Techi Doria

Personal information
- Born: 2 March 1994 (age 32)
- Batting: Right-handed
- Bowling: Right-arm medium

Domestic team information
- 2018/19–present: Arunachal Pradesh

Career statistics
| Competition | FC | LA | T20 |
| Matches | 30 | 35 | 36 |
| Runs scored | 1,201 | 489 | 525 |
| Batting average | 21.44 | 14.81 | 15.44 |
| 100s/50s | 0/9 | 1/1 | 0/0 |
| Top score | 97* | 122 | 43 |
| Balls bowled | 1,549 | 365 | 236 |
| Wickets | 30 | 7 | 9 |
| Bowling average | 47.83 | 60.85 | 37.00 |
| 5 wickets in innings | 0 | 0 | 0 |
| 10 wickets in match | 0 | 0 | 0 |
| Best bowling | 4/26 | 2/49 | 3/29 |
| Catches/stumpings | 11/– | 7/– | 11/– |
- Source: Cricinfo, 12 September 2025

= Techi Doria =

Indian cricketer (born 1994)

Techi Doria (born 2 March 1994) is an Indian cricketer.
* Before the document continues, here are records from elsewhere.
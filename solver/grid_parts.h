// SPDX-License-Identifier: Apache-2.0
/// @file
/// What the parts of the grid share.
#pragma once

#include "solver/grid.h"

namespace sunder::solver::grid_parts {

inline constexpr models::Conductor kAll[] = {models::Conductor::L1, models::Conductor::L2, models::Conductor::L3,
                                             models::Conductor::N, models::Conductor::PE};
inline constexpr int kPeSlot = 4;

/// Impedance that a conductor of a run has [ohm].
[[nodiscard]] inline Complex of(const RunImpedance& z, models::Conductor c) noexcept {
  if (c == models::Conductor::N) return z.neutral;
  return c == models::Conductor::PE ? z.protective : z.line;
}

}  // namespace sunder::solver::grid_parts
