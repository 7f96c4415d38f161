// SPDX-License-Identifier: Apache-2.0
/// @file
/// The solver's front door: a network in, results out.
#pragma once

#include <functional>
#include <string>
#include <variant>
#include <vector>

#include "models/network.h"
#include "solver/results.h"

namespace sunder::solver {

/// A part that cannot be solved, in the user's words, with its place.
struct Trouble {
  std::string message;
  models::Origin at{};
  std::string note;  ///< of a second place, "" if none
  models::Origin second{};
};

/// What the graph can find before anything is solved: a board nobody feeds, two feeds that close a
/// loop, two sources on one part, a circuit on a phase its board does not have. Empty: sound.
[[nodiscard]] std::vector<Trouble> check_topology(const models::Network& network);

/// Prospective currents at every node, state, condition and possible fault, in the order of states,
/// condition (maximum first), nodes as in the netlist.
/// Precondition: check_topology is empty.
[[nodiscard]] std::vector<FaultRow> solve_faults(const models::Network& network);

struct CheckOptions {
  bool every_state = false;  ///< one finding per state instead of the governing one
  bool remedies = true;      ///< compute them for failures
  std::function<void(std::size_t done, std::size_t of)> progress;  ///< may be empty
};

/// All checks of all subjects; governing findings in the order fails, undecided, noted, meets, then margin.
/// Precondition: check_topology is empty.
[[nodiscard]] std::vector<Finding> run_checks(const models::Network& network, const CheckOptions& options);

[[nodiscard]] std::vector<ScheduleRow> schedule(const models::Network& network);

/// Everything the coordination chart of the path from the source to `address` shows.
/// @return the sentence that says why not: no such address (nearest one named).
[[nodiscard]] std::variant<PathChart, std::string> path_chart(const models::Network& network,
                                                              const std::string& address);

struct VaryRequest {
  std::string key;                  ///< "S1.length"
  std::string from, to;             ///< "10 m", "200 m": a range
  int steps = 24;                   ///< sample points of a range
  std::vector<std::string> values;  ///< or a list / catalogue
  /// Reads a device text for `--set W1.device`; device catalogues are refused where it is empty.
  std::function<std::variant<models::Device, std::string>(const models::Network&, const std::string&)> read_device;
};

/// Re-solves along the parameter, finds every flip by bisection to 1e-6 of the parameter.
/// @return the sentence that says why not: unknown address or key (nearest named), wrong unit, empty range.
[[nodiscard]] std::variant<Sweep, std::string> vary(const models::Network& network, const VaryRequest& request,
                                                    const std::function<void(std::size_t, std::size_t)>& progress);

/// Every address of the network that takes values: names of sources, submains, "board/circuit".
[[nodiscard]] std::vector<std::string> addresses(const models::Network& network);

/// Description of one check for help, JSON and docs.
struct CheckInfo {
  std::string name;      ///< "disconnection time"
  std::string compares;  ///< one sentence
  std::string applies;   ///< "circuits, submains"
  std::string needs;     ///< "length, device; Icn ..."
};
[[nodiscard]] std::vector<CheckInfo> list_checks();

}  // namespace sunder::solver
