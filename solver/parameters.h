// SPDX-License-Identifier: Apache-2.0
/// @file
/// Values of a network that can be changed by address: "S1.length", "grid.minimum.Ze".
#pragma once

#include <functional>
#include <optional>
#include <string>
#include <variant>
#include <vector>

#include "solver/study.h"

namespace sunder::solver {

/// One value: how a text becomes it, and what it may be.
struct Parameter {
  std::string address;              ///< "S1.length"
  bool numeric = true;              ///< a quantity; false: a text such as a cable size
  models::Quantity unit = models::Quantity::count;
  double least = 0;                 ///< smallest possible value [SI], exclusive unless `zero_allowed`
  bool zero_allowed = false;
  bool own_run_only = false;        ///< touches nothing but its own circuit
  std::function<void(models::Network&, double)> set;
  /// @return why the text does not fit, or nothing
  std::function<std::optional<std::string>(models::Network&, const std::string&)> set_text;
};

/// Finds the parameter with this address.
/// @return or one sentence: unknown element or key, with the nearest name or the keys there are.
[[nodiscard]] std::variant<Parameter, std::string> find_parameter(const models::Network& network,
                                                                  const VaryRequest& request);

/// Reads a value of the parameter.
/// @return SI value, or one sentence
[[nodiscard]] std::variant<double, std::string> read_value(const Parameter& parameter, const std::string& text);

}  // namespace sunder::solver
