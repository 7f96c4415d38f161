// SPDX-License-Identifier: Apache-2.0
/// @file
/// A fault as the loops it closes between the conductors of a place.
#pragma once

#include <array>
#include <vector>

#include "solver/impedance.h"

namespace sunder::solver {

/// One choice of conductors for a fault: the loops it closes, as columns of F. A column with a single
/// entry closes towards reference earth.
struct FaultLoops {
  Eigen::Matrix<double, 5, 2> f = Eigen::Matrix<double, 5, 2>::Zero();
  int n = 0;
  models::ConductorSet needs;
  const char* phases = "";
};

/// The equivalent choices of a fault: which line or lines take part.
/// @param to_reference  earth faults close towards reference earth instead of PE (above 1 kV)
[[nodiscard]] const std::vector<FaultLoops>& fault_choices(Fault fault, bool to_reference = false);

/// What flows in them.
struct LoopCurrents {
  Eigen::Matrix<Complex, 5, 1> conductors;  ///< that flow into the fault [A]
  double amps = 0;                          ///< the greatest (or least) line current [A]
  Complex loop;                             ///< impedance that the driving voltage meets [ohm]
};

/// j = (F' Z F + Z_f)^-1 F' e, conductors F j.
/// @param z        Thevenin matrix of the place [ohm]
/// @param volts    of the loop [V]; of three lines and of two lines and earth: of one line
/// @param through  impedance of the fault in each loop [ohm]
/// @param opposed  lines L1 and L2 in opposition (split phase) instead of 120 degrees apart
/// @param most     the greatest of the line currents, else the least
[[nodiscard]] LoopCurrents solve_loops(const FaultLoops& loops, const ConductorMatrix& z, double volts, Complex through,
                                       bool opposed, bool most);

}  // namespace sunder::solver
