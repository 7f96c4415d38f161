// SPDX-License-Identifier: Apache-2.0
/// @file
/// Does the device nearest the fault clear it before the one above is moved?
#pragma once

#include <string>

#include "models/devices.h"
#include "solver/results.h"

namespace sunder::solver {

enum class Selectivity { total, partial, none, undecided };

[[nodiscard]] const char* word(Selectivity selectivity) noexcept;

/// What is known of a pair.
struct PairVerdict {
  Selectivity selectivity = Selectivity::undecided;
  double limit = kNone;  ///< proven up to this current [A]; infinite is never used: capped at `available`
  std::string basis;     ///< on what it rests
  std::string needs;     ///< what would decide more
};

/// Overcurrents: selective at a current where the downstream latest time is not above the upstream
/// earliest time (curves), or the downstream greatest let-through is not above the upstream least
/// pre-arcing I2t (energy). The limit is the greatest current up to which one of them holds for all
/// currents from the downstream device's first sure operation on.
/// Two fuses of one family whose gates at 0.1 s and I2t limits do not overlap are selective as the
/// standard states (IEC 60269, gG at 1.6 : 1).
/// @param available  greatest current at the downstream device [A]
/// @param kappa      peak factor there, for the let-through bound
/// Accuracy of the limit: 1e-9 relative.
[[nodiscard]] PairVerdict overcurrent_selectivity(const models::Device& downstream, const models::Device& upstream,
                                                  double available, double kappa);

/// Residual currents: IdN at least 3 : 1, the upstream one delayed (type S) above one that is not, its
/// type (AC < A < F < B) no lower.
/// An upstream one above a device that has none is not selective above half its IdN.
[[nodiscard]] PairVerdict residual_selectivity(const models::Device& downstream, const models::Device& upstream,
                                               double available);

}  // namespace sunder::solver
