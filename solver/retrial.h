// SPDX-License-Identifier: Apache-2.0
/// @file
/// A copy of a network in which one value is changed again and again and one question asked.
#pragma once

#include <optional>
#include <string>
#include <unordered_map>
#include <vector>

#include "solver/judge.h"
#include "solver/situation.h"

namespace sunder::solver {

/// Holds its own copy of the network and the solution of every state. Change the copy, call
/// refresh() if the change reaches beyond the subject's own run, ask again.
class Retrial {
 public:
  explicit Retrial(const models::Network& network);

  [[nodiscard]] models::Network& network() noexcept { return network_; }

  /// Solves every state anew: linear in boards and circuits.
  void refresh();

  /// Governing findings of all checks of one subject (`Finding::subject` names it).
  [[nodiscard]] std::vector<Finding> subject(const std::string& address) const;

  /// The governing finding with this key (finding_key), if the check still applies.
  [[nodiscard]] std::optional<Finding> one(const std::string& subject, const std::string& key) const;

 private:
  [[nodiscard]] std::vector<Finding> findings(const std::string& address, const std::string* check) const;

  models::Network network_;
  std::vector<StateSolution> solutions_;
  std::unordered_multimap<std::string, Subject> places_;
};

}  // namespace sunder::solver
He made his List A debut for Arunachal Pradesh in the 2018–19 Vijay Hazare Trophy on 19 September 2018. He made his first-class debut for Arunachal Pradesh in the 2018–19 Ranji Trophy on 1 November 2018. He made his Twenty20 debut for Arunachal Pradesh in the 2018–19 Syed Mushtaq Ali Trophy on 21 February 2019.